Видеть расставленные перед ними фишки не составляло для Бэйба и Неда никакого труда. Они играли по сотне фунтов за очко, и к этому времени Бэйб задолжал Неду уже сорок два миллиона. Напрягаться, чтобы запоминать позиции, им не приходилось, так что они могли вести далеко не простые разговоры на языке, который находили для этого предпочтительным, даже не оспаривая представлений друг друга относительно того, где какая фишка стоит и сколько их остается под конец игры. Временами, как, например, этим вечером, Нед покручивал в пальцах плоский камушек. Бэйб обучил его фокусам с монетами и картами, и Неду нравилось, беседуя, практиковаться во французском сбросе, манипуляциях и так далее.
В последнюю неделю Нед и сам оказался в роли учителя – рассказывал Бэйбу о крикете, игре тому не известной.
Сейчас Бэйб говорил о сочинениях С.Л.Р.Джеймса, историка и социального мыслителя, которого он очень любил.
– Жаль, что больше мне его почитать не придется, Томас, – вздохнул Бэйб. – Я всегда пропускал его посвященные крикету лирические пассажи. Джеймс связывал эту игру с жизнью в Западной Индии, с колониализмом, Шекспиром, Гегелем – с чем ни попади. Я, в тогдашнем моем молодом пуританском невежестве, считал его рассуждения сентиментальным вздором.

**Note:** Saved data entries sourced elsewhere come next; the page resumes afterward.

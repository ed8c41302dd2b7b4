package stria.cli;

import stria.score.ScoreSettings;

/**
 * Defaults of the imperfect mode, chosen on the planted-truth benchmark (README, Benchmarks). Kept as
 * compile-time constants so that {@code --help} can show them.
 */
final class ImperfectDefaults {
    static final String MIN_COPIES = "2";
    static final String MIN_LENGTH = "12";
    static final String MIN_PURITY = "0.8";
    static final String MIN_SCORE = "30";

    private ImperfectDefaults() {
    }

    static ScoreSettings settings(int maxPeriod) {
        return new ScoreSettings(1, maxPeriod, Double.parseDouble(MIN_COPIES), Integer.parseInt(MIN_LENGTH),
                Double.parseDouble(MIN_PURITY), Integer.parseInt(MIN_SCORE));
    }
}
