package stria.cli;

import picocli.CommandLine;

/**
 * The one reading of a decimal option value, registered for every command ({@link Main#commandLine}): a
 * finite number or a usage error. {@code NaN}, {@code Infinity} and values too large for a double (such as
 * {@code 1e309}, which Java reads as infinity) would otherwise pass every range check written as a
 * comparison, or fail later with an internal error.
 */
final class FiniteNumber implements CommandLine.ITypeConverter<Double> {
    @Override
    public Double convert(String text) {
        double v;
        try {
            v = Double.parseDouble(text.strip());
        } catch (NumberFormatException e) {
            throw new CommandLine.TypeConversionException("'" + text + "' is not a number");
        }
        if (!Double.isFinite(v)) {
            throw new CommandLine.TypeConversionException("'" + text + "' is not a finite number");
        }
        // "0x1p3" and "1d" are Java syntax, not what a user means by a number
        if (!text.strip().matches("[+-]?(\\d+\\.?\\d*|\\.\\d+)([eE][+-]?\\d+)?")) {
            throw new CommandLine.TypeConversionException("'" + text + "' is not a decimal number");
        }
        return v;
    }
}
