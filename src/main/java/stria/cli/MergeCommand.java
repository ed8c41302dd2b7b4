package stria.cli;

import java.io.IOException;
import java.io.OutputStream;
import java.nio.file.Path;
import java.util.ArrayList;
import java.util.List;
import java.util.concurrent.Callable;
import picocli.CommandLine.ArgGroup;
import picocli.CommandLine.Command;
import picocli.CommandLine.Model.CommandSpec;
import picocli.CommandLine.Option;
import picocli.CommandLine.Parameters;
import picocli.CommandLine.Spec;
import stria.StriaException;
import stria.out.AtomicOutputs;
import stria.out.Tabix;
import stria.shard.ShardMerge;

/**
 * {@code stria merge}: joins the results of all shards of a split scan into the result one scan of the whole
 * genome would have written. Refuses sets that are incomplete or do not belong together.
 */
@Command(name = "merge", sortOptions = false, usageHelpAutoWidth = true, mixinStandardHelpOptions = true,
        versionProvider = Main.Version.class,
        description = {"Join the results of the shards of one split scan (scan --shard K/N) into one result.",
                "Files may be given in any order, plain, gzip or BGZF; the set must hold every shard 1..N exactly "
                        + "once, all from the same input and settings.",
                ""},
        footer = {"", "Exit status: 0 success, 1 incomplete or mismatched shard set or I/O error, 2 usage error."})
public final class MergeCommand implements Callable<Integer> {

    static final class Target {
        @Option(names = "--bed", paramLabel = "OUT",
                description = "merge BED results into OUT (.gz: BGZF with a tabix index; -: standard output)")
        String bed;

        @Option(names = "--tsv", paramLabel = "OUT",
                description = "merge TSV results into OUT (.gz: BGZF; -: standard output)")
        String tsv;
    }

    @ArgGroup(exclusive = true, multiplicity = "1")
    Target target;

    @Parameters(arity = "1..*", paramLabel = "FILE", description = "results of the shards of one run")
    List<String> files = new ArrayList<>();

    @Option(names = "--debug", description = "print stack traces of errors")
    boolean debug;

    @Spec
    CommandSpec spec;

    @Override
    public Integer call() {
        ShardMerge.Format format = target.bed != null ? ShardMerge.Format.BED : ShardMerge.Format.TSV;
        String out = format == ShardMerge.Format.BED ? target.bed : target.tsv;
        for (String f : files) {
            if (!out.equals("-") && Path.of(f).toAbsolutePath().normalize()
                    .equals(Path.of(out).toAbsolutePath().normalize())) {
                throw new StriaException("output " + out + " is also one of the inputs");
            }
        }
        ShardMerge merge = ShardMerge.check(files, format);
        String command = commandLine();
        try (AtomicOutputs outputs = new AtomicOutputs()) {
            OutputStream stream = outputs.open(out);
            if (format == ShardMerge.Format.BED && !out.equals("-") && AtomicOutputs.isBgzf(out)) {
                Path index = outputs.companion(out, out + ".tbi");
                outputs.afterClose(out, () -> Tabix.indexBed(outputs.tempPath(out), index, out));
            }
            merge.writeTo(stream, command);
            try {
                stream.flush();
            } catch (IOException e) {
                throw new StriaException("cannot write " + out + ": " + AtomicOutputs.describe(e));
            }
            outputs.commit();
        }
        return 0;
    }

    private String commandLine() {
        List<String> typed = spec.commandLine().getParseResult().originalArgs();
        String text = String.join(" ", typed);
        return !typed.isEmpty() && typed.get(0).equals("merge") ? text : "merge " + text;
    }
}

– Знаете, я был хорошим игроком, – сказал Нед. – Думаю даже, что, обернись все иначе, я играл бы за Оксфорд, а то и за команду графства. Господи, какая нелепость говорить о крикете по-итальянски. Может, сменим язык?
– Определенно, – ответил Бэйб по-голландски. – Этот подходит намного лучше, тебе не кажется? В Голландии немного играют в крикет.
– Вроде бы. Отец преклонялся перед князем Ранжитсинжи. Я вам о нем не рассказывал? Золотой век крикета. Говорили, что следить за скольжением его ноги было все равно что любоваться Тадж-Махалом при лунном свете.
– Я как-то видел Тадж-Махал при лунном свете. Разочаровывающее зрелище, наподобие…
– Я знаю, – с ноткой нетерпения в голосе прервал его Нед, – вы рассказывали. Я плохо спал этой ночью, отец снова являлся мне во снах.
– К середине тутошних долгих зим мозг всегда обращается к прошлому, – заметил Бэйб, принимая дубль Неда и пододвигая к нему кубик. – Кости в плечах ноют, ты вертишься. Ничего, весна уже недалеко. Тогда тебе полегчает. – И Бэйб еле слышно насвистел мелодию.
– «Валькирии», – сказал Нед. – Акт первый, сцена третья. «Siehe, der Lenz lacbt in den Saal» Смотри, весна улыбается в окна.
– В самое яблочко. А это? – Бэйб посвистел еще.
– Да ну их совсем, – отмахнулся Нед, переходя на английский. – Я сегодня не в настроении подвергаться экзамену. Я все еще хочу знать, понимаете. Мне нужно знать.